*** SOURCE RECORDS ***

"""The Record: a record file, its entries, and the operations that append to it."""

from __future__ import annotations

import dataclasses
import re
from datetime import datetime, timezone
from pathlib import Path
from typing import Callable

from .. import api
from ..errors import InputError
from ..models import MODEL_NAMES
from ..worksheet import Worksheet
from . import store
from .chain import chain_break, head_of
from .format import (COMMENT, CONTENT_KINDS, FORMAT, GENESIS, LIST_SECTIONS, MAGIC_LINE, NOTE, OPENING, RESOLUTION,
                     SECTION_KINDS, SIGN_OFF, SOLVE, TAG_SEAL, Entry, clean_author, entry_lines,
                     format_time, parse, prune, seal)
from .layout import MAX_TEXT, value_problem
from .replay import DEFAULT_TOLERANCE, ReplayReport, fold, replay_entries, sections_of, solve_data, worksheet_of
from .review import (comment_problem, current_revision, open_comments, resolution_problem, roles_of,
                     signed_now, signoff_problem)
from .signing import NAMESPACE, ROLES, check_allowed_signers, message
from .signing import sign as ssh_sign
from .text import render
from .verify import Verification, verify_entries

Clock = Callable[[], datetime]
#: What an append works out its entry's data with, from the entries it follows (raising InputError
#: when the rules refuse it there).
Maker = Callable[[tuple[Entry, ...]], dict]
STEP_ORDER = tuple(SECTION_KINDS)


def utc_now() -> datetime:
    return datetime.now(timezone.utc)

***
*** SOURCE RECORDS ***

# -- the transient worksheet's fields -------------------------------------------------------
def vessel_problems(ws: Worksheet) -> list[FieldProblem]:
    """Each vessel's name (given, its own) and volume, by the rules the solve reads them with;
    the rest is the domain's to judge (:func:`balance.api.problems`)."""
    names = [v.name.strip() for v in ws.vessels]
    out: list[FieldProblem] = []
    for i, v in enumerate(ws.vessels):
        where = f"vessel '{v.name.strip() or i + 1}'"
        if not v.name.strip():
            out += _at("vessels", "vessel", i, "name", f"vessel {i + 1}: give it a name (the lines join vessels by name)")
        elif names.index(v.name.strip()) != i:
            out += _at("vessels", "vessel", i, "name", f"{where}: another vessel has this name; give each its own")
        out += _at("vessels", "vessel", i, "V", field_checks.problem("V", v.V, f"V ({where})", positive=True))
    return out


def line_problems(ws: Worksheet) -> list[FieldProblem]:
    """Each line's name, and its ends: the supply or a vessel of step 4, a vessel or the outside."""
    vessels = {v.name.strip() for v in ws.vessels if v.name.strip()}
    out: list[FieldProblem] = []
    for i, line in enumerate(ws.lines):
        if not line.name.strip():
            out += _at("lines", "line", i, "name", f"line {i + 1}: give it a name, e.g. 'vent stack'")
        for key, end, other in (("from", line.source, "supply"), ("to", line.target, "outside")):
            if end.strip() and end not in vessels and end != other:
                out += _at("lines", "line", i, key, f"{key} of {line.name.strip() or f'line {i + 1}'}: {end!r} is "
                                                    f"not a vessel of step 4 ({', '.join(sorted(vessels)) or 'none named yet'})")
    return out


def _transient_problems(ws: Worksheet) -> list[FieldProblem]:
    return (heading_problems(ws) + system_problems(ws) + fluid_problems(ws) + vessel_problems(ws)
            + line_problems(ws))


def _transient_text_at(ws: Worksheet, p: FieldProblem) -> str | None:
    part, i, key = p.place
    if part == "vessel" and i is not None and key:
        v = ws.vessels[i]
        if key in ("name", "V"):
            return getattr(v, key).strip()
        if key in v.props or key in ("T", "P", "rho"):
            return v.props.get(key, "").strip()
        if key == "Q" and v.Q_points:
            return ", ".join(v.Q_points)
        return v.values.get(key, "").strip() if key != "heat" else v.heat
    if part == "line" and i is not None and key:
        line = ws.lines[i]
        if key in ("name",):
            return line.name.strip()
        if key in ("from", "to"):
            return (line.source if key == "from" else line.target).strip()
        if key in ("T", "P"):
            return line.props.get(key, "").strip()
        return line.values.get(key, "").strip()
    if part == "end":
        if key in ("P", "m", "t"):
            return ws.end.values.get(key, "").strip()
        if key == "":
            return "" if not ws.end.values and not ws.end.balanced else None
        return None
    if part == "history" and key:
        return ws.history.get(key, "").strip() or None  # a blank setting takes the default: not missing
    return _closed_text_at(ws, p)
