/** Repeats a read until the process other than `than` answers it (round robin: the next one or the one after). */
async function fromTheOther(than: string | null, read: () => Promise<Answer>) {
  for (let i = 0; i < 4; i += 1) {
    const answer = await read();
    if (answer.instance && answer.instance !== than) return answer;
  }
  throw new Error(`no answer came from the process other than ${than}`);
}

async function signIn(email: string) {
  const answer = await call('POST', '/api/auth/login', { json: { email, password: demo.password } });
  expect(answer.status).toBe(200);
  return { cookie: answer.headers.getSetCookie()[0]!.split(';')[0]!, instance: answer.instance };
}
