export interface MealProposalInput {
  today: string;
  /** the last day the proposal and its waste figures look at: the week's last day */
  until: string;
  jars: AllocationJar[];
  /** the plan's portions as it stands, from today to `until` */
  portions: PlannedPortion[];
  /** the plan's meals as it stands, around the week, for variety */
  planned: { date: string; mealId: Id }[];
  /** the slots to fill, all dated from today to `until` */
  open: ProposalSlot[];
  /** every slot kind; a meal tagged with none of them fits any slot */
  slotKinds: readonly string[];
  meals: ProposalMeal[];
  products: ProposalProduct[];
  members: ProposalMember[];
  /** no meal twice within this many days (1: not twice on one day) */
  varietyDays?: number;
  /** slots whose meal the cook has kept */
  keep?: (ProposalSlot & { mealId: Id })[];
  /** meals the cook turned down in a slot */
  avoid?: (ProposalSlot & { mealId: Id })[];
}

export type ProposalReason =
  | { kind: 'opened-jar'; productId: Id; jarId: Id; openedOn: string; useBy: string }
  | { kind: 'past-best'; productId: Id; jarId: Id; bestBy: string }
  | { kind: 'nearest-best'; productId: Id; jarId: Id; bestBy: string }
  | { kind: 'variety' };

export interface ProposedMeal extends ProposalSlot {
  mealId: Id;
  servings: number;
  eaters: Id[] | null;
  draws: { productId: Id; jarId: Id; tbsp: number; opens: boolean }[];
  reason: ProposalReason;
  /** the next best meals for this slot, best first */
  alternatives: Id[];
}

***
*** SOURCE RECORDS ***

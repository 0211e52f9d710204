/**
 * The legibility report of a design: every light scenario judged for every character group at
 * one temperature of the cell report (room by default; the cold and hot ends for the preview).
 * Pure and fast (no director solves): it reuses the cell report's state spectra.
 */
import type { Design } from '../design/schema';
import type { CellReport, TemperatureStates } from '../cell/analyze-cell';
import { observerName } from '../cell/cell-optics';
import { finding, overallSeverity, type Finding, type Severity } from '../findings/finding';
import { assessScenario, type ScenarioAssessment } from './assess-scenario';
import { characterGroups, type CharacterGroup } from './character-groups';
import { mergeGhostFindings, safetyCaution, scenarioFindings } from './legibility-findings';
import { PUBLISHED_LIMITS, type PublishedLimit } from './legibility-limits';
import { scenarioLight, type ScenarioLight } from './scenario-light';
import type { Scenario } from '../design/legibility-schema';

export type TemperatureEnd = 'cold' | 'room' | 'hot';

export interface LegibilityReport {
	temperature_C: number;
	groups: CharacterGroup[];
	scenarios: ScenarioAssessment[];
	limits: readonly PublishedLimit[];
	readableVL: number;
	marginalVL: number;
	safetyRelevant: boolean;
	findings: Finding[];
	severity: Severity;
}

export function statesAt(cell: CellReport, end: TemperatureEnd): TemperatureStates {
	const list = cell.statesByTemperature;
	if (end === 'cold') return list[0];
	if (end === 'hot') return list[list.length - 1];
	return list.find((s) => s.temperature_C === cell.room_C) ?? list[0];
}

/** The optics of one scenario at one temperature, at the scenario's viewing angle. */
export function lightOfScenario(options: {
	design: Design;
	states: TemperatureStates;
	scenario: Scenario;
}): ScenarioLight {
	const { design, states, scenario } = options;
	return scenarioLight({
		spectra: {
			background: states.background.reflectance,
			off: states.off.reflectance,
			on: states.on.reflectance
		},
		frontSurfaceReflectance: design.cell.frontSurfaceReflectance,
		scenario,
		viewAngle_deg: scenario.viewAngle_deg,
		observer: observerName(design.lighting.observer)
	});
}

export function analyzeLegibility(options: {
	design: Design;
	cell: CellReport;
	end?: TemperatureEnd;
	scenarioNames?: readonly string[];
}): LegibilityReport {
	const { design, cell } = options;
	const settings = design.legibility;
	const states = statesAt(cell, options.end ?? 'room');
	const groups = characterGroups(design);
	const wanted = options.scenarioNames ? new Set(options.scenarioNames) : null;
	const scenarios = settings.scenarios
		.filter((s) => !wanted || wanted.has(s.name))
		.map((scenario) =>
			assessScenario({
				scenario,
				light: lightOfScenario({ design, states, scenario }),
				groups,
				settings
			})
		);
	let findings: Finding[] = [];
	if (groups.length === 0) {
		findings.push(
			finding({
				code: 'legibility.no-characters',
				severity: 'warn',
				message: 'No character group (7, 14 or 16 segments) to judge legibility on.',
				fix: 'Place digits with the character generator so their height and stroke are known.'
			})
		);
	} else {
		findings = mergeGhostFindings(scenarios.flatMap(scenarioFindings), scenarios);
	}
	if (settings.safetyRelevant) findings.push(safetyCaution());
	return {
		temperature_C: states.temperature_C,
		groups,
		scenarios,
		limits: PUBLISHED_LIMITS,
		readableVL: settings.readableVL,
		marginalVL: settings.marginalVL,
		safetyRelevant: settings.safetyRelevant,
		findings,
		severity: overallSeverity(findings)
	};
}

***

Return exactly the lines above from the line that has "Record: a record" through the line that has "from .. import api", inclusive, and nothing else.

*ANSWER BELOW*:
"""The Record: a record file, its entries, and the operations that append to it."""

from __future__ import annotations

import dataclasses
import re
from datetime import datetime, timezone
from pathlib import Path
from typing import Callable

from .. import api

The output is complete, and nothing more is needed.